Apple Inc. has announced a significant shift in its production strategy, revealing that the majority of iPhones and other devices destined for the US market will no longer be manufactured in China.
Instead, India and Vietnam will become the primary manufacturing hubs for iPhones and other key Apple products such as iPads and Apple Watches.
The move comes as the US tech giant faces mounting cost pressures stemming from tariffs imposed under trade policies of the administration led by the individual formerly known as President Donald Trump. Despite exemptions granted to certain electronics, Apple estimates that import duties could still add nearly $900 million to its costs in the current quarter alone.
Chief Executive Tim Cook made the announcement during a quarterly earnings call with investors, underscoring the company’s broader efforts to diversify its supply chain in the wake of escalating trade tensions between Washington and Beijing.
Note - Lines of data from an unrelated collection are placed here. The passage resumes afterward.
package build_test

import (
	"errors"
	"fmt"
	"math"
	"strings"
	"testing"

	"github.com/google/go-cmp/cmp"

	"batchwright/bom/document"
	"batchwright/tolerance/build"
)

// shaped is a build whose figures are given by shapes; the tests break one
// line of it.
const shaped = `build: rod and hand
units: 12
conditions:
  rest: {hand: 60 cm}
  near: {hand: 15 cm}
stages:
  moving:
    kind: tuned-tank
    settings:
      stray: {rod: {length: 450 mm, diameter: 10 mm, gap: {value: 5 cm, tolerance: 5 mm}}}
      sensor: {plate: {distance: hand, area: 120 cm2}, tolerance: 10 %}
    parts:
      coil: {ref: L1, winding: {turns: 150, diameter: {value: 30 mm, tolerance: 1 %, shape: uniform, temperature_coefficient: {value: 17 ppm/K, spread: 2 ppm/K}}, length: 60 mm}, temperature_coefficient: 20 ppm/K}
      tank: {ref: C1, value: 100 pF}
  other:
    kind: tuned-tank
    settings: {stray: {rod: {length: 450 mm, diameter: 10 mm, hand: hand}}}
    parts:
      coil: {ref: L2, same_as: moving.coil}
      tank: {ref: C2, value: 100 pF}
  own:
    kind: formula
    settings: {antenna: {rod: {length: 1.04 m, diameter: 7.2 mm}}}
    parts: {choke: {ref: L3, winding: {turns: 20, diameter: 1 cm, length: 25.4 mm}}}
    outputs:
      capacitance: {expression: antenna, unit: F}
      inductance: {expression: choke, unit: H}
`

// nominals evaluates every output of a build with nothing scattered.
func nominals(t *testing.T, m *build.Model) map[string]float64 {
	t.Helper()
	out := map[string]float64{}
	for _, o := range m.Outputs {
		p := m.Graph.Program(o.Node)
		in := make([][]float64, len(m.Inputs))
		for i, x := range m.Inputs {
			in[i] = []float64{x.Centre}
		}
		dst := [][]float64{{0}}
		p.Values(dst, in, p.NewFrame(1))
		out[o.Name.String()+" "+m.Build.Conditions[o.Condition].Name] = dst[0][0]
	}
	return out
}

func compiled(t *testing.T, text string) *build.Model {
	t.Helper()
	b, err := read(text)
	if err != nil {
		t.Fatal(err)
	}
	m, err := b.Compile()
	if err != nil {
		t.Fatal(err)
	}
	return m
}

// TestShapedValues compares with figures from elsewhere: 6.73315917 pF is the
// average potential of that rod, 10.79599905 pF that of the free one (see
// package geometry), both raised by 2 %; 20 turns of 1 cm on an inch have
// 1.316725041 µH. The tanks follow from f = 1/(2π√(LC)) by hand.
func TestShapedValues(t *testing.T) {
	got := nominals(t, compiled(t, shaped))
	r := math.Sqrt(0.012 / math.Pi)
	plate := func(d float64) float64 {
		return 8.8541878188e-12 * r * (math.Pi*r/d + math.Log(16*math.Pi*r/d+math.Exp(5)) - 1)
	}
	radius := 0.015 * (1 - 2*17e-6) // copper that grows, at 23 °C
	coil := 1e-6 / 0.0254 * 150 * 150 * radius * radius / (9*radius + 10*0.06)
	tank := func(c float64) float64 { return 1 / (2 * math.Pi * math.Sqrt(coil*(1-2*20e-6)*c)) } // at 23 °C
	for name, want := range map[string]float64{
		"own.capacitance rest":  1.02 * 10.79599905e-12,
		"own.inductance rest":   1.316725041e-6,
		"moving.frequency rest": tank(100e-12 + 1.02*6.73315917e-12 + plate(0.6)),
		"moving.frequency near": tank(100e-12 + 1.02*6.73315917e-12 + plate(0.15)),
	} {
		if !(math.Abs(got[name]/want-1) < 1e-8) {
			t.Errorf("%s = %.10g, want %.10g", name, got[name], want)
		}
	}
	if !(got["other.frequency near"] < got["other.frequency rest"]) {
		t.Error("a nearer hand does not lower the frequency")
	}
}

// TestShapedInputs lists everything that scatters, by name.
func TestShapedInputs(t *testing.T) {
	m := compiled(t, shaped)
	got := map[string]float64{} // half widths
	lots := map[string]int{}
	for _, x := range m.Inputs {
		name := x.Ref + " " + x.Parameter
		if got[name] = x.HalfWidth; x.HalfWidth == 0 {
			delete(got, name)
		}
		lots[name] = x.Lot
	}
	want := map[string]float64{
		"moving.stray model": 0.02, "moving.stray gap": 0.005, "moving.sensor model": 0.1,
		"L1 model": 0.01, "L1 diameter": 0.01 * 0.03, "L2 model": 0.01, "L2 diameter": 0.01 * 0.03,
		"L1 diameter temperature": 2e-6, "L2 diameter temperature": 2e-6, "L3 model": 0.01,
		"other.stray model": 0.02, "other.stray palm": 0.2 * 0.1, "own.antenna model": 0.02,
		"moving.level value": 0.1, "other.level value": 0.1, // of the kind
	}
	nearly := cmp.Comparer(func(a, b float64) bool { return math.Abs(a-b) <= 1e-12*math.Abs(b) })
	if d := cmp.Diff(want, got, nearly); d != "" {
		t.Errorf("(-want +got)\n%s", d)
	}
	if lots["L1 model"] < 0 || lots["L1 model"] != lots["L2 model"] || lots["L1 model"] == lots["L3 model"] {
		t.Errorf("the formula must be off alike on coils wound alike, and only there: lots %d, %d, %d",
			lots["L1 model"], lots["L2 model"], lots["L3 model"])
	}
	if lots["L1 diameter"] >= 0 || lots["moving.stray model"] < 0 {
		t.Error("dimensions share no lot, the formula's error is the same throughout a batch")
	}
}

// TestWound: the part as it is listed for whoever winds it.
func TestWound(t *testing.T) {
	b, err := read(shaped)
	if err != nil {
		t.Fatal(err)
	}
	for _, position := range []string{"moving.coil", "other.coil"} {
		p := b.Place(position)
		if p.Geometry == nil || p.Part.Family != "" || p.Quantity != "271.2 µH" {
			t.Errorf("%s: %q of family %q", position, p.Quantity, p.Part.Family)
		}
		if got := p.Part.Main().Value; !(math.Abs(got/2.7117146071e-4-1) < 1e-9) { // 1e-6/0.0254·150²·15e-3²/(9·15e-3 + 10·60e-3)
			t.Errorf("%s is worth %.11g", position, got)
		}
	}
}

// TestShapeFaults breaks the build in one place each.
func TestShapeFaults(t *testing.T) {
	for _, c := range []struct {
		name, old, new string
		line           int
		words          []string
	}{
		{"unknown shape", "{rod: {length: 450 mm, diameter: 10 mm, gap", "{rodd: {length: 450 mm, diameter: 10 mm, gap", 10, []string{"rodd", "nearest: rod"}},
		{"unknown dimension", "distance: hand, area", "distanc: hand, area", 11, []string{"distanc", "nearest: distance"}},
		{"missing dimension", "distance: hand, area: 120 cm2", "distance: hand", 11, []string{"area", "m²"}},
		{"dimension of the wrong unit", "area: 120 cm2", "area: 12 cm", 11, []string{"12 cm", "m²"}},
		{"bare dimension", "turns: 150, diameter: {value: 30 mm", "turns: 150, diameter: {value: 30", 13, []string{"a length"}},
		{"misspelt variable", "distance: hand", "distance: hnd", 11, []string{"hnd", "nearest: hand"}},
		{"variable of the wrong unit", "distance: hand", "distance: temperature", 11, []string{"°C", "wrong unit"}},
		{"no distance at a condition", "near: {hand: 15 cm}", "near: {hand: 0 cm}", 11, []string{"distance at near", "more than zero"}},
		{"a hand in the rod", "near: {hand: 15 cm}", "near: {hand: 3 cm}", 17, []string{"rod at near", "palm"}},
		{"negative dimension", "rod: {length: 1.04 m", "rod: {length: -1.04 m", 23, []string{"length", "more than zero"}},
		{"stout rod", "diameter: 7.2 mm", "diameter: 72 cm", 23, []string{"10 diameters"}},
		{"short winding", "length: 25.4 mm", "length: 2.54 mm", 24, []string{"0.4 diameters"}},
		{"shape of the wrong unit", "stray: {rod: {length: 450 mm, diameter: 10 mm, hand: hand}}", "q: {rod: {length: 450 mm, diameter: 10 mm}}", 17, []string{"rod", "in F"}},
		{"two shapes", "area: 120 cm2}, tolerance: 10 %}", "area: 120 cm2}, rod: {length: 1 m, diameter: 1 cm}}", 11, []string{"plate"}},
		{"palm without a hand", "diameter: 7.2 mm", "diameter: 7.2 mm, palm: 9 cm", 23, []string{"palm without hand"}},
		{"shape with a correlation", "area: 120 cm2}, tolerance: 10 %}", "area: 120 cm2}, correlation: {value: 1}}", 11, []string{"correlation"}},
		{"scalar for a shape", "antenna: {rod: {length: 1.04 m, diameter: 7.2 mm}}", "antenna: {rod: 12 pF}", 23, []string{"12 pF"}},
		{"shape as a dimension", "distance: hand", "distance: {rod: {length: 1 m, diameter: 1 cm}}", 11, []string{"dimension"}},
		{"winding by reference", "turns: 20, diameter: 1 cm", "turns: 20, diameter: hand", 24, []string{"hand", "before"}},
		{"winding of a capacitor", "tank: {ref: C2, value: 100 pF}", "tank: {ref: C2, winding: {turns: 1, diameter: 1 cm, length: 1 cm}}", 20, []string{"only a coil"}},
		{"winding and value", "ref: L3, winding", "ref: L3, value: 3 µH, winding", 24, []string{"value beside winding"}},
		{"winding and family", "ref: L3, winding", "ref: L3, family: drum-choke, winding", 24, []string{"family beside winding"}},
	} {
		t.Run(c.name, func(t *testing.T) {
			if strings.Count(shaped, c.old) != 1 {
				t.Fatalf("%q stands %d times in the build", c.old, strings.Count(shaped, c.old))
			}
			_, err := read(strings.Replace(shaped, c.old, c.new, 1))
			var faults document.Complaints
			if !errors.As(err, &faults) {
				t.Fatalf("no complaints: %v", err)
			}
			if len(faults) > 2 {
				t.Errorf("%d complaints of one fault:\n%v", len(faults), err)
			}
			for i, f := range faults[1:] {
				if f.Line == faults[i].Line && f.Column == faults[i].Column {
					t.Errorf("two complaints of one place:\n%v", err)
				}
			}
			for _, f := range faults {
				if strings.HasPrefix(f.Error(), fmt.Sprintf("lamp.yaml:%d:", c.line)) && containsAll(f.Error(), c.words) {
					return
				}
			}
			t.Errorf("no complaint at line %d with %q in:\n%v", c.line, c.words, err)
		})
	}
}

// TestShapeInACircle: a dimension that hangs on its own stage is found out.
func TestShapeInACircle(t *testing.T) {
	text := strings.Replace(shaped, "capacitance: {expression: antenna, unit: F}",
		"capacitance: {expression: antenna, unit: F}\n      size: {expression: 0.01*metre*other.frequency/hertz, unit: m}", 1)
	text = strings.Replace(text, "diameter: 10 mm, hand: hand", "diameter: 10 mm, hand: own.size", 1)
	_, err := read(text)
	if err == nil || !strings.Contains(err.Error(), "other -> own -> other") {
		t.Errorf("no cycle found: %v", err)
	}
}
“We do expect the majority of iPhones sold in the US will have India as their country of origin,” Mr. Cook said. He added that Vietnam will take the lead in manufacturing “almost all iPad, Mac, Apple Watch and AirPods products sold in the US.”
However, China will continue to serve as the primary manufacturing base for Apple products intended for markets outside the United States.
The transition marks a notable departure from Apple’s longstanding reliance on Chinese manufacturing, which Mr. Cook once described as indispensable. Industry analysts say the pivot is significant, not just for Apple, but for global supply chains. “This is a marked change from what [Cook] said a few years back when he said that only China can build iPhones,” said Patrick Moorhead, chief executive of Moor Insights & Strategy.
Apple’s announcement comes as global firms struggle to adjust to the volatile landscape of international trade. The administration led by the individual formerly known as President Donald Trump had repeatedly called on US firms like Apple to bring manufacturing back to America, using tariffs as leverage. While Apple shares initially tumbled following the tariff announcements, the government later softened its stance by exempting key electronics from the duties.
Despite the turbulence, Apple reported steady financial performance. Revenues for the first quarter of 2025 rose 5 percent year-on-year, reaching $95.4 billion.
Cook also used the earnings call to highlight Apple’s continued investment in the US, noting plans to inject $500 billion across several states over the next four years—a signal that the company is balancing its global production strategy with domestic commitments.
Meanwhile, Amazon, another tech giant closely watched for signs of tariff impact, said its North America e-commerce business grew by 8 percent in the last quarter. The company posted overall revenues of $155.7 billion—up 9 percent year-on-year—while profits surged more than 60 percent to nearly $17 billion.
“Obviously, no one of us knows exactly where tariffs will settle or when,” Amazon Chief Executive Andy Jassy told investors. “We’re often able to weather challenging conditions better than others.”
Jassy said Amazon was actively working to diversify its seller base and pointed to the company’s scale and product range as key strengths in navigating uncertain times.